[Records excerpted from a collection]
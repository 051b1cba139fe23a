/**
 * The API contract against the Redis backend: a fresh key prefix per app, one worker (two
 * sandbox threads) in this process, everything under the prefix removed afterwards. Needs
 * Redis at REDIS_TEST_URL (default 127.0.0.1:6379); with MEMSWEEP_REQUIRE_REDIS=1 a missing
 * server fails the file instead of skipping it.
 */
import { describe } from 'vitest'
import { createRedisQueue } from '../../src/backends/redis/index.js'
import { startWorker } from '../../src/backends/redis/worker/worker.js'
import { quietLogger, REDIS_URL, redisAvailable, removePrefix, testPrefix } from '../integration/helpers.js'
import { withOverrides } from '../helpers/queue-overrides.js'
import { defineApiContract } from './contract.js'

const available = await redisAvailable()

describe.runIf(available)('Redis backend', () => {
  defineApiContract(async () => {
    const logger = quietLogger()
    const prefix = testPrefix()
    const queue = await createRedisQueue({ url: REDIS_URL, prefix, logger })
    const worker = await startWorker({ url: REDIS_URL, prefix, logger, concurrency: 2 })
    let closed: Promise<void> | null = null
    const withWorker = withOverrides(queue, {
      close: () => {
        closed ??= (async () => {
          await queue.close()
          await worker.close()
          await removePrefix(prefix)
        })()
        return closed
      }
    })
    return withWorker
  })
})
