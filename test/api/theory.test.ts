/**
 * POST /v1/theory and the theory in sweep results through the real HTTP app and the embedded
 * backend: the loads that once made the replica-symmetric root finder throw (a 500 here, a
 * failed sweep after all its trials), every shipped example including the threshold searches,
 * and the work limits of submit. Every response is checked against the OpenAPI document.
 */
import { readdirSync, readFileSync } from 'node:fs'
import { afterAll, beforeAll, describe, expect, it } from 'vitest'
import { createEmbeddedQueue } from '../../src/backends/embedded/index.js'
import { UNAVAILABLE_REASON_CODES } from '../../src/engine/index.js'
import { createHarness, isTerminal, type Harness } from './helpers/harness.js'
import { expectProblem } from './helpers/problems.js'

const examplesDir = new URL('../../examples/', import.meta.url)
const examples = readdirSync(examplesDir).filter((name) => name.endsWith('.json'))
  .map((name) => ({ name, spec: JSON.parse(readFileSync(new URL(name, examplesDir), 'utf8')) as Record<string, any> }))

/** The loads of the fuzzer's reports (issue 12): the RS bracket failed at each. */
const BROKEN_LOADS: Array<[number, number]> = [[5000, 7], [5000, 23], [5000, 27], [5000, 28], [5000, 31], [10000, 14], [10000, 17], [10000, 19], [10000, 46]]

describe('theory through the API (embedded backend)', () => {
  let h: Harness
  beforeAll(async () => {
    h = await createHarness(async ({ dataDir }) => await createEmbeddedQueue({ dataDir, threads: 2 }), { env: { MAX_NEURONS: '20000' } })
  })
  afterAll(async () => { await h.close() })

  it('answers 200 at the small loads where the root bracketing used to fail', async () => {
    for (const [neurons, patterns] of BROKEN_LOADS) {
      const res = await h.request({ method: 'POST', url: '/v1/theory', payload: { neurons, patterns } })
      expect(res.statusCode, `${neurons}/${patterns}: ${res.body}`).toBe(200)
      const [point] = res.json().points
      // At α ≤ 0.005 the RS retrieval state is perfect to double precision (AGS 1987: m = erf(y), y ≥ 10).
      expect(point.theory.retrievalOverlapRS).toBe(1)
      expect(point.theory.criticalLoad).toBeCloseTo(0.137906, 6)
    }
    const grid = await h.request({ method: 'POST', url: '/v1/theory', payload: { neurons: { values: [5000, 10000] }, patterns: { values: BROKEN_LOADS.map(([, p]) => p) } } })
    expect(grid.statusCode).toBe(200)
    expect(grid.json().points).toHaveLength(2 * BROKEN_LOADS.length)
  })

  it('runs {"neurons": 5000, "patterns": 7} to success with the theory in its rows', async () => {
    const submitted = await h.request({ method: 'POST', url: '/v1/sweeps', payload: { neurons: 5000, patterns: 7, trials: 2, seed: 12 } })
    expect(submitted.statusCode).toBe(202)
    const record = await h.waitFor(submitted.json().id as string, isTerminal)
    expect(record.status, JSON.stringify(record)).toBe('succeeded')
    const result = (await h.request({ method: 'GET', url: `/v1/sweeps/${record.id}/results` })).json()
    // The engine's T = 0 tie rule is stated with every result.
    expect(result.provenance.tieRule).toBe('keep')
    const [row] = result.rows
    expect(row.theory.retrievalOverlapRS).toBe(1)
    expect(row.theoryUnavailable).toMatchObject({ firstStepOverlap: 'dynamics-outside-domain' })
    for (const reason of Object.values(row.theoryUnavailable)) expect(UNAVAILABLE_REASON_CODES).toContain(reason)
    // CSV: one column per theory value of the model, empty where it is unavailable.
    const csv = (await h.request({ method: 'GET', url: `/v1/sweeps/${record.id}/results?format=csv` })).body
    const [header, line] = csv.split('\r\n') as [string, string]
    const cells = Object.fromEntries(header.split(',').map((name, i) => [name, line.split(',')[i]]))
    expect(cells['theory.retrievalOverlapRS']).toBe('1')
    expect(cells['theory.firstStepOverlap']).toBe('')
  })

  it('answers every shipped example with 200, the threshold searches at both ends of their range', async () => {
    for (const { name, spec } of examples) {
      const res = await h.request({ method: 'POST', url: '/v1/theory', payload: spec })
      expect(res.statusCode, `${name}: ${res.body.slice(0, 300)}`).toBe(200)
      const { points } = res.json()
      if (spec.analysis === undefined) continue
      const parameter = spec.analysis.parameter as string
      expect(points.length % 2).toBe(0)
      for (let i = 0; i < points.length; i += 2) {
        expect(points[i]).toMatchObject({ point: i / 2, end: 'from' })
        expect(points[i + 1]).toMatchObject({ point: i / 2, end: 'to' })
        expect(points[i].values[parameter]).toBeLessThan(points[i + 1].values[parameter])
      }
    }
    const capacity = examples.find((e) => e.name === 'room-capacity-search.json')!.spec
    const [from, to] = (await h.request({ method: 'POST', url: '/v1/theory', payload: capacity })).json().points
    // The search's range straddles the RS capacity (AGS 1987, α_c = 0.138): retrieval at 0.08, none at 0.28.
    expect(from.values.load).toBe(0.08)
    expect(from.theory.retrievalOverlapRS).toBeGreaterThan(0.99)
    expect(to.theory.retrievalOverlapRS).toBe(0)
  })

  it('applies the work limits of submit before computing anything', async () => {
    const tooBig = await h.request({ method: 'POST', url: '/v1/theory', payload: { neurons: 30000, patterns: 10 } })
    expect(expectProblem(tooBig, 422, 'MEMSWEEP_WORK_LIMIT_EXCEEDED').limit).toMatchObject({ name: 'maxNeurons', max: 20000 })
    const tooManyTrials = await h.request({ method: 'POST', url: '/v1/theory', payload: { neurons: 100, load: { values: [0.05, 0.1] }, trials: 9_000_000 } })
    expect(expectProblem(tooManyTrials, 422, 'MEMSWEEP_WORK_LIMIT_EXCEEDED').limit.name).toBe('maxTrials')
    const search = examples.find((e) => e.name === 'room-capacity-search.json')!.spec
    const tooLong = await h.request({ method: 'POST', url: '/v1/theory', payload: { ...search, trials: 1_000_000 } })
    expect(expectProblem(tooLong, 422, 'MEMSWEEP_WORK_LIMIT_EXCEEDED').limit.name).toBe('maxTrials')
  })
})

### EXERCISE AIM
Taking the records above, retype every line from the one with "const cells = Object.fromEntries(header.split(',').map((name, i)" down to the one with "const tooLong = await", exactly and with nothing else.

### SOLUTION
    const cells = Object.fromEntries(header.split(',').map((name, i) => [name, line.split(',')[i]]))
    expect(cells['theory.retrievalOverlapRS']).toBe('1')
    expect(cells['theory.firstStepOverlap']).toBe('')
  })

  it('answers every shipped example with 200, the threshold searches at both ends of their range', async () => {
    for (const { name, spec } of examples) {
      const res = await h.request({ method: 'POST', url: '/v1/theory', payload: spec })
      expect(res.statusCode, `${name}: ${res.body.slice(0, 300)}`).toBe(200)
      const { points } = res.json()
      if (spec.analysis === undefined) continue
      const parameter = spec.analysis.parameter as string
      expect(points.length % 2).toBe(0)
      for (let i = 0; i < points.length; i += 2) {
        expect(points[i]).toMatchObject({ point: i / 2, end: 'from' })
        expect(points[i + 1]).toMatchObject({ point: i / 2, end: 'to' })
        expect(points[i].values[parameter]).toBeLessThan(points[i + 1].values[parameter])
      }
    }
    const capacity = examples.find((e) => e.name === 'room-capacity-search.json')!.spec
    const [from, to] = (await h.request({ method: 'POST', url: '/v1/theory', payload: capacity })).json().points
    // The search's range straddles the RS capacity (AGS 1987, α_c = 0.138): retrieval at 0.08, none at 0.28.
    expect(from.values.load).toBe(0.08)
    expect(from.theory.retrievalOverlapRS).toBeGreaterThan(0.99)
    expect(to.theory.retrievalOverlapRS).toBe(0)
  })

  it('applies the work limits of submit before computing anything', async () => {
    const tooBig = await h.request({ method: 'POST', url: '/v1/theory', payload: { neurons: 30000, patterns: 10 } })
    expect(expectProblem(tooBig, 422, 'MEMSWEEP_WORK_LIMIT_EXCEEDED').limit).toMatchObject({ name: 'maxNeurons', max: 20000 })
    const tooManyTrials = await h.request({ method: 'POST', url: '/v1/theory', payload: { neurons: 100, load: { values: [0.05, 0.1] }, trials: 9_000_000 } })
    expect(expectProblem(tooManyTrials, 422, 'MEMSWEEP_WORK_LIMIT_EXCEEDED').limit.name).toBe('maxTrials')
    const search = examples.find((e) => e.name === 'room-capacity-search.json')!.spec
    const tooLong = await h.request({ method: 'POST', url: '/v1/theory', payload: { ...search, trials: 1_000_000 } })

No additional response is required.